Photo-oxidation and ozonization of poly(3-hexylthiophene) thin films as studied by UV/VIS and photoelectron spectroscopy

• Published in: Polymer degradation and stability Vol. 95; no. 5; pp. 818 - 825
• Main Authors: Hintz, H., Egelhaaf, H.-J., Peisert, H., Chassé, T.
• Format: Journal Article
• Language: English
• Published: Kidlington Elsevier Ltd 01.05.2010; Elsevier
• Subjects: Applied sciences; Chains (polymeric); Crosslinking and degradation; Degradation; Exact sciences and technology; Kinetics; Ozone; P3HT; Photo-oxidation; Photoelectron spectroscopy; Physicochemistry of polymers; Polymers and radiations; Sulfur; Thin films; Thiophenes; X-ray photoelectron spectroscopy; Degradation; Ozone; P3HT; Photo-oxidation; Kinetics; Photoelectron spectroscopy; Aromatic polymer; X ray; Experimental study; Thin film; Conducting polymers; Ozonization; Thiophene derivative polymer; Optical properties; Reaction mechanism; Photochemical stability; Photoelectron spectrometry; Optical absorption; Photochemical degradation
• ISSN: 0141-3910; 1873-2321
• DOI: 10.1016/j.polymdegradstab.2010.02.004

The kinetics and the mechanisms of degradation of thin P3HT layers have been investigated quantitatively for ozonization and photo-oxidation. Both, decay kinetics and product evolution of the polymer degradation are monitored by in situ UV/VIS and X-ray photoelectron spectroscopy (XPS). The degradation pathways of ozonization and photo-oxidation of P3HT turn out to be significantly different. Ozone attacks the thiophene units mainly by direct addition to the double bonds, leading to the loss of UV/VIS absorption, while the aliphatic side chains [1] are hardly affected. During photo-oxidation, the polymer is primarily attacked at the alkyl side chain which leads to the formation of reactive peroxide species.

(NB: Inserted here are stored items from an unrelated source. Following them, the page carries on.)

import '../../helpers/auto-imports'
import { createPinia, setActivePinia } from 'pinia'
import { afterEach, beforeEach, describe, expect, it, vi } from 'vitest'
import type { Readings } from '#shared/control/types'
import type { FrequencyBody } from '#shared/schemas/design'
import { useFrequencyStore } from '~/stores/frequency'

interface Asked { body: FrequencyBody, answer: (value: unknown, status?: number) => void }

const readings = { gainCrossover: 2, phaseCrossover: 5, bandwidth: null } as Readings
const question = (k: number) => ({
  body: { loop: { plant: { form: 'coefficients' as const, numerator: [1], denominator: [1, 1, 0] } }, controller: { form: 'gain' as const }, gains: { k } },
  readings, stable: true,
})
const settle = () => vi.advanceTimersByTimeAsync(0)

describe('frequency store', () => {
  let asked: Asked[]
  let store: ReturnType<typeof useFrequencyStore>

  beforeEach(() => {
    setActivePinia(createPinia())
    vi.useFakeTimers()
    asked = []
    vi.stubGlobal('fetch', (_path: string, { body }: { body: string }) => new Promise(resolve => asked.push({
      body: JSON.parse(body) as FrequencyBody,
      answer: (value, status = 200) => resolve(new Response(JSON.stringify(value), { status })),
    })))
    store = useFrequencyStore()
    store.open = true
  })
  afterEach(() => {
    vi.unstubAllGlobals()
    vi.useRealTimers()
  })

  it('has one request in flight; only the newest gains wait, and old curves are told from new ones', async () => {
    for (let k = 1; k <= 5; k++) store.ask(question(k))
    expect(asked.map(({ body }) => body.gains)).toEqual([{ k: 1 }])
    await vi.advanceTimersByTimeAsync(400)
    expect(store.stale).toBe(true)
    asked[0]!.answer({ sensitivityPeakFrequency: 3 })
    await settle()
    expect(asked.map(({ body }) => body.gains)).toEqual([{ k: 1 }, { k: 5 }])
    asked[1]!.answer({ sensitivityPeakFrequency: 4 })
    await settle()
    expect([store.stale, store.answer?.response.sensitivityPeakFrequency]).toEqual([false, 4])
  })

  it('says why there is no answer', async () => {
    store.ask(question(0))
    asked[0]!.answer({ statusCode: 422, statusMessage: '', message: 'the gains are zero' }, 422)
    await settle()
    expect([store.refusal, store.stale, store.answer]).toEqual(['the gains are zero', true, null])
    store.ask(question(1))
    asked[1]!.answer({ sensitivityPeakFrequency: null })
    await settle()
    expect([store.refusal, store.stale]).toEqual([null, false])
  })

  it('links a frequency and the readings taken there, while it is open', async () => {
    store.ask(question(1))
    asked[0]!.answer({ sensitivityPeakFrequency: 3 })
    await settle()
    expect(store.marks).toEqual([
      { reading: 'phaseMarginDeg', frequency: 2 }, { reading: 'gainMarginDb', frequency: 5 }, { reading: 'sensitivityPeak', frequency: 3 },
    ])
    store.point(5.1)
    expect([store.isNear('gainMarginDb'), store.isNear('phaseMarginDeg')]).toEqual([true, false])
    store.close()
    store.point(5)
    expect([store.cursor, store.marks, store.isNear('gainMarginDb')]).toEqual([null, [], false])
  })
})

These subsequently cause the oxidation of sulfur and concomitantly the destruction of the thiophene ring, resulting in the loss of absorption. From the kinetics of the blue shift of the optical absorption it is concluded that the polymer is mainly attacked at the terminal thiophene rings the case of photo-oxidation whereas ozone attacks positions more or less randomly distributed along the chain. The rate of photo-oxidation under AM 1.5 conditions is at least one order of magnitude faster than the decomposition of P3HT by ozone.